Is this a bug or feature?

EDIT: The accepted answer shows the root cause of the issue. Basically, you can't trust defaultCharset() in Java 5, which is not the default encoding used by I/O classes. Looks like Java 6 corrects this issue.

This question is related to java encoding character-encoding

The answer is


First, Latin-1 is the same as ISO-8859-1, so, the default was already OK for you. Right?

You successfully set the encoding to ISO-8859-1 with your command line parameter. You also set it programmatically to "Latin-1", but, that's not a recognized value of a file encoding for Java. See http://java.sun.com/javase/6/docs/technotes/guides/intl/encoding.doc.html

When you do that, looks like Charset resets to UTF-8, from looking at the source. That at least explains most of the behavior.

I don't know why OutputStreamWriter shows ISO8859_1. It delegates to closed-source sun.misc.* classes. I'm guessing it isn't quite dealing with encoding via the same mechanism, which is weird.

But of course you should always be specifying what encoding you mean in this code. I'd never rely on the platform default.


I have set the vm argument in WAS server as -Dfile.encoding=UTF-8 to change the servers' default character set.

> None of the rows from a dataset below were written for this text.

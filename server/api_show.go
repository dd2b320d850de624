package server

import (
	_ "embed"
	"encoding/json"
	"fmt"
	"maps"
	"net/http"
	"slices"
	"strings"

	"github.com/labstack/echo/v4"
)

// apiDocument describes what is meant for programs, as OpenAPI 3.1. A test holds it against the route table and against
// answers as they are given.
//
//go:embed api.json
var apiDocument []byte

// apiPage is the same for people.
type apiPage struct {
	Frame
	Heading, Lead string
	Calls         []apiCall
}

type apiCall struct {
	Method, Path, Summary, Text, Needs, Answer string
	Takes                                      []fact
}

// api is the part of the document the page shows.
type api struct {
	Info  struct{ Title, Description string }
	Paths map[string]map[string]apiOperation
}

type apiOperation struct {
	Summary, Description string
	Parameters           []struct {
		Name, Description string
		Required          bool
	}
	RequestBody *struct{ Content map[string]apiContent }
	Responses   map[string]struct {
		Description string
		Content     map[string]apiContent
	}
	Security []map[string][]string
}

type apiContent struct {
	Schema struct {
		Ref string `json:"$ref"`
	}
}

// apiShow gives the document, to a browser as a page.
func (s *Server) apiShow(c echo.Context) error {
	if !wantsPage(c.Request()) {
		return sendPacked(c, http.StatusOK, "application/json", apiDocument)
	}
	var doc api
	if err := json.Unmarshal(apiDocument, &doc); err != nil {
		return fmt.Errorf("document of the exchange: %w", err)
	}
	view := apiPage{Frame: s.frame(c, doc.Info.Title, ""), Heading: doc.Info.Title, Lead: doc.Info.Description}
	for _, path := range slices.Sorted(maps.Keys(doc.Paths)) {
		for _, method := range slices.Sorted(maps.Keys(doc.Paths[path])) {
			view.Calls = append(view.Calls, s.apiCall(method, path, doc.Paths[path][method]))
		}
	}
	return s.page(c, http.StatusOK, "api.html", view)
}

func (s *Server) apiCall(method, path string, op apiOperation) apiCall {
	k := s.ink()
	call := apiCall{Method: strings.ToUpper(method), Path: path, Summary: op.Summary, Text: op.Description, Answer: op.Responses["200"].Description, Needs: k.say("api.needs_none")}
	for _, scheme := range op.Security {
		for name := range scheme {
			call.Needs = k.say("api.needs_" + name)
		}
	}
	for _, p := range op.Parameters {
		name := p.Name
		if !p.Required {
			name = k.say("api.may", "name", p.Name)
		}
		call.Takes = append(call.Takes, fact{Name: name, Value: p.Description})
	}
	if op.RequestBody != nil {
		call.Takes = append(call.Takes, fact{Name: k.say("api.body"), Value: schemaName(op.RequestBody.Content)})
	}
	call.Takes = append(call.Takes, fact{Name: k.say("api.answer"), Value: schemaName(op.Responses["200"].Content)})
	return call
}

// schemaName says the form of a body: a schema of the document, else its media type.
func schemaName(content map[string]apiContent) string {
	for kind, c := range content {
		if name := strings.TrimPrefix(c.Schema.Ref, "#/components/schemas/"); name != "" {
			return name
		}
		return kind
	}
	return ""
}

The behaviour is not really that strange. Looking into the implementation of the classes, it is caused by:

  • Charset.defaultCharset() is not caching the determined character set in Java 5.
  • Setting the system property "file.encoding" and invoking Charset.defaultCharset() again causes a second evaluation of the system property, no character set with the name "Latin-1" is found, so Charset.defaultCharset() defaults to "UTF-8".
  • The OutputStreamWriter is however caching the default character set and is probably used already during VM initialization, so that its default character set diverts from Charset.defaultCharset() if the system property "file.encoding" has been changed at runtime.

As already pointed out, it is not documented how the VM must behave in such a situation. The Charset.defaultCharset() API documentation is not very precise on how the default character set is determined, only mentioning that it is usually done on VM startup, based on factors like the OS default character set or default locale.


Is this a bug or feature?

Looks like undefined behaviour. I know that, in practice, you can change the default encoding using a command-line property, but I don't think what happens when you do this is defined.

Bug ID: 4153515 on problems setting this property:

This is not a bug. The "file.encoding" property is not required by the J2SE platform specification; it's an internal detail of Sun's implementations and should not be examined or modified by user code. It's also intended to be read-only; it's technically impossible to support the setting of this property to arbitrary values on the command line or at any other time during program execution.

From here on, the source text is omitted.